[Stored items]
......

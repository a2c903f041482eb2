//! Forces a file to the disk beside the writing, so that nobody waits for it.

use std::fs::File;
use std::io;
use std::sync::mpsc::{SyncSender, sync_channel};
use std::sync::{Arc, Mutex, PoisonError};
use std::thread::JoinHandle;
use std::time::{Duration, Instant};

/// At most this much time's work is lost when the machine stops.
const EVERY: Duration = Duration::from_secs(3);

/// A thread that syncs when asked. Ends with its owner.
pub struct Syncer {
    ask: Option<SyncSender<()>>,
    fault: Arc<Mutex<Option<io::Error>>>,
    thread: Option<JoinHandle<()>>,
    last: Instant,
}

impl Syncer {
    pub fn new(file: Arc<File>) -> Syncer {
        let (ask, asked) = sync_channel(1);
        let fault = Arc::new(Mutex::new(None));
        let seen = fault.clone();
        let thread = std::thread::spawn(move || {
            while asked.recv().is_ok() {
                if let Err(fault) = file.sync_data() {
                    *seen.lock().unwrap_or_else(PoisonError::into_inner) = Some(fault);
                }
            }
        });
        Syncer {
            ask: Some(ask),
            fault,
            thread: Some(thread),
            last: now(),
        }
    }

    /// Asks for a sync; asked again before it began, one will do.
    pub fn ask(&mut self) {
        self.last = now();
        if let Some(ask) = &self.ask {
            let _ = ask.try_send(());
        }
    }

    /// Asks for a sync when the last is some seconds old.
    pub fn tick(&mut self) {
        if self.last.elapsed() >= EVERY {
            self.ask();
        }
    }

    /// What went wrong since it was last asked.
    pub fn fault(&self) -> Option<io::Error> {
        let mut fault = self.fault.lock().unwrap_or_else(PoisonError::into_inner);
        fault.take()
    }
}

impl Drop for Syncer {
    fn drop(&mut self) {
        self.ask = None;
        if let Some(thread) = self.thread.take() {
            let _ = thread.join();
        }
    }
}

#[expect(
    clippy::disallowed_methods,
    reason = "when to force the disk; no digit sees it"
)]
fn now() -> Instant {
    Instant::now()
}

......

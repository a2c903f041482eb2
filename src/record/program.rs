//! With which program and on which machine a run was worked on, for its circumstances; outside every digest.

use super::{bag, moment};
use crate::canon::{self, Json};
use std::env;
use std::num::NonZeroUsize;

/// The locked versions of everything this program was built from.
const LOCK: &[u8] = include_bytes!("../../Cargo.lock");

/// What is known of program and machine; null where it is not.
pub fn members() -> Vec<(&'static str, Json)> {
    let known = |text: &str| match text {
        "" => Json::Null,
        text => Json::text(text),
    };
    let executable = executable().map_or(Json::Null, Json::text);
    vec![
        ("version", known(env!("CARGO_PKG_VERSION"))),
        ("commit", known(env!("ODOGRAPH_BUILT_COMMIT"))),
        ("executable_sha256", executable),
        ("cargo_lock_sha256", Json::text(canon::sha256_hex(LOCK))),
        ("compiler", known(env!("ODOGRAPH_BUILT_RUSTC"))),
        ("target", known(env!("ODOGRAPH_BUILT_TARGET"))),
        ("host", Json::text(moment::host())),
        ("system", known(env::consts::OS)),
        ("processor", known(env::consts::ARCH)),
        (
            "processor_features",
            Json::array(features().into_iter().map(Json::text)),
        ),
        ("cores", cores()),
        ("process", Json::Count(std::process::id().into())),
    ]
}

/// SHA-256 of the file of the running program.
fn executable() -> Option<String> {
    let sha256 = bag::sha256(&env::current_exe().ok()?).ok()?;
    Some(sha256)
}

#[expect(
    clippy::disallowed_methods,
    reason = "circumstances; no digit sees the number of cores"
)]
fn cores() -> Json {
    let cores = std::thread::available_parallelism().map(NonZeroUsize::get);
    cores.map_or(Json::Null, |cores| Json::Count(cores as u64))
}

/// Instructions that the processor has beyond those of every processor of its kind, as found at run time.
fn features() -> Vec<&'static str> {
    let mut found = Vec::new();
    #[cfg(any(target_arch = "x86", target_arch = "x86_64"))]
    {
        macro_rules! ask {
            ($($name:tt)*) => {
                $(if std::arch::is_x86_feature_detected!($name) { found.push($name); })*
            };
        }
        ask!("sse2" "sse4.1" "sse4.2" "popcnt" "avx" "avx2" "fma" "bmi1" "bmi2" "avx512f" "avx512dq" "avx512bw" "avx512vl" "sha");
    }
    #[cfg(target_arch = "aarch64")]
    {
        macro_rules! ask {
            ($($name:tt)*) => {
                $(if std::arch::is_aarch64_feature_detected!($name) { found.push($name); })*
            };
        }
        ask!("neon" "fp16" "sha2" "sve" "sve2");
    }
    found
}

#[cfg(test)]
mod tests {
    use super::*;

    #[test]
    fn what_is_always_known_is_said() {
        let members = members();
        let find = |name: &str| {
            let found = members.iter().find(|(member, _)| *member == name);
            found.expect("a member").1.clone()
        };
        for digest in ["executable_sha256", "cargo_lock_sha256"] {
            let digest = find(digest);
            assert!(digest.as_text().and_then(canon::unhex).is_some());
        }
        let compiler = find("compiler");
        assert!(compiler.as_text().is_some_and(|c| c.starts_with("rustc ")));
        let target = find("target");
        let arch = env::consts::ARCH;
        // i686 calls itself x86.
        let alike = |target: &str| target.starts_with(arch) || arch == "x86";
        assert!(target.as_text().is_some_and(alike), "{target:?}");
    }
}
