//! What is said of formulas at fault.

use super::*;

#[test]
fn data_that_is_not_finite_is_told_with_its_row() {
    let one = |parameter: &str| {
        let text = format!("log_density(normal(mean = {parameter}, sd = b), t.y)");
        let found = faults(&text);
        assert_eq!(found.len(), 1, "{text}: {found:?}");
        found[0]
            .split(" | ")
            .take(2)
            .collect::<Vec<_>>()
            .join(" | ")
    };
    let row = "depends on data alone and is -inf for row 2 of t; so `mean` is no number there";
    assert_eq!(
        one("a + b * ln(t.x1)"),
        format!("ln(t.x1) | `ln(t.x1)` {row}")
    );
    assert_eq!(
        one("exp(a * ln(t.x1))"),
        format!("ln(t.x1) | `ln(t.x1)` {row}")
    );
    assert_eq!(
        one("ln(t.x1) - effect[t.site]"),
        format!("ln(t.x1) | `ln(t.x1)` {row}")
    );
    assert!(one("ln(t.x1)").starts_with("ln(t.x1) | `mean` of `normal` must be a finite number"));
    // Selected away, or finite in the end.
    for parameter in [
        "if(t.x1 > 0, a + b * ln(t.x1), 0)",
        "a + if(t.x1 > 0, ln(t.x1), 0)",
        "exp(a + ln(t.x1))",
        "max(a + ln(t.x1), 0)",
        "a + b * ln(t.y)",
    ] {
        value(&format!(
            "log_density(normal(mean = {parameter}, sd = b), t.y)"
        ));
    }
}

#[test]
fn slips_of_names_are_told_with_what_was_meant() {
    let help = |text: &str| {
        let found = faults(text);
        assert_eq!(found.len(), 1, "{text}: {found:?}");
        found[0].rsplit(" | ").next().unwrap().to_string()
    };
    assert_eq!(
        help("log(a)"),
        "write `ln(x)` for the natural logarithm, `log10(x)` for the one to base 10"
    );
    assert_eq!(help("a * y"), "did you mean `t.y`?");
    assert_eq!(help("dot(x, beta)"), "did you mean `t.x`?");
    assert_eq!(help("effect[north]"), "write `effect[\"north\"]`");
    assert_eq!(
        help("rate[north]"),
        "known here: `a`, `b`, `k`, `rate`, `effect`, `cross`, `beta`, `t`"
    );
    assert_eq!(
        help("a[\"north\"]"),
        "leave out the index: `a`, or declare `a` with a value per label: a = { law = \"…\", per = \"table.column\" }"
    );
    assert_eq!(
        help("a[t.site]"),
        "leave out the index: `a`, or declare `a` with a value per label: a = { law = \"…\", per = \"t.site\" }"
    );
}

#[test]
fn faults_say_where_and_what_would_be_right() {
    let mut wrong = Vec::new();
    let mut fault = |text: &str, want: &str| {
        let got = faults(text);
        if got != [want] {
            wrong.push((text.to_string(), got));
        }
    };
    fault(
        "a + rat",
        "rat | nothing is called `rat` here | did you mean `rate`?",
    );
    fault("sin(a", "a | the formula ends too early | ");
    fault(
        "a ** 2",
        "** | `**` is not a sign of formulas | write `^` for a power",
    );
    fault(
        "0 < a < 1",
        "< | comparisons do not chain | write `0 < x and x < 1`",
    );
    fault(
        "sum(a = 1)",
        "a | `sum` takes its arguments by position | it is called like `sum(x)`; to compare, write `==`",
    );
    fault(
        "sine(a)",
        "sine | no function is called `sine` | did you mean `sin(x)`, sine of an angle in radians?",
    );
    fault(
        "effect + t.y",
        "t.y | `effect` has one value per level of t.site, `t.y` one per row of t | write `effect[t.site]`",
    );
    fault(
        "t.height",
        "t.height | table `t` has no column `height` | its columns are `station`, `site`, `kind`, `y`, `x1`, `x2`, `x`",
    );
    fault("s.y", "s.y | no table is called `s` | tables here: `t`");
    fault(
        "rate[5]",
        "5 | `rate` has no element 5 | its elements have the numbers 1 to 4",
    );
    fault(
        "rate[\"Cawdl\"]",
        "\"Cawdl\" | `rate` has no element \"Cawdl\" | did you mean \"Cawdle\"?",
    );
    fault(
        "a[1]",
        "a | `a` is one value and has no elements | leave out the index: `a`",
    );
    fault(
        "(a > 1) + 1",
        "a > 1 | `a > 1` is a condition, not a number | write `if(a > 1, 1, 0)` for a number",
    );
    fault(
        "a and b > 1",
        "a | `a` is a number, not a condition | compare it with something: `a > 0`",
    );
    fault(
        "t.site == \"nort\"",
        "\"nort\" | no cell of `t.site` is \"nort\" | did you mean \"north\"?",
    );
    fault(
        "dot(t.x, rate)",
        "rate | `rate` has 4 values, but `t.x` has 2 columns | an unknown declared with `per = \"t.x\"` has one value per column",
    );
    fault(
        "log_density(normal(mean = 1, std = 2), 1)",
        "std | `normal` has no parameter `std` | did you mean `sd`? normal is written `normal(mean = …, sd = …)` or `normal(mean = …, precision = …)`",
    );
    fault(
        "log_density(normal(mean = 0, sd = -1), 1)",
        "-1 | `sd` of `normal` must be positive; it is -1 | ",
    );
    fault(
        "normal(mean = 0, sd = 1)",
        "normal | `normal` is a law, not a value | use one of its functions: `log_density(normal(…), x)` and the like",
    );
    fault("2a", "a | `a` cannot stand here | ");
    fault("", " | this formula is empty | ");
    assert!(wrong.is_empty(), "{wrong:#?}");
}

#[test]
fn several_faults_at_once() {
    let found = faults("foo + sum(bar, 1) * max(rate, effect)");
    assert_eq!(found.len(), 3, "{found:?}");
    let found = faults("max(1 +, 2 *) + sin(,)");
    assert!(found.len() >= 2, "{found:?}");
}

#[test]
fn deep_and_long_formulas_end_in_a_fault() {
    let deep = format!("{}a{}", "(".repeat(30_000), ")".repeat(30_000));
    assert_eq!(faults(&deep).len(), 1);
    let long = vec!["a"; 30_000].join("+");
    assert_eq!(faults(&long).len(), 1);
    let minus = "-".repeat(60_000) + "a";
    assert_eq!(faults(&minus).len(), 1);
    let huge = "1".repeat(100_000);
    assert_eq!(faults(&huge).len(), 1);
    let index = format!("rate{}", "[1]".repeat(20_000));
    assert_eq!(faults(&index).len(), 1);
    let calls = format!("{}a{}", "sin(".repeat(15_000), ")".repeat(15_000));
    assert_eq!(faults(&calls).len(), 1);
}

......

▶ _Exercise instructions_: List the lines of the entries that include "calls".

▶ _Exercise result_:
        // i686 calls itself x86.
    let calls = format!("{}a{}", "sin(".repeat(15_000), ")".repeat(15_000));
    assert_eq!(faults(&calls).len(), 1);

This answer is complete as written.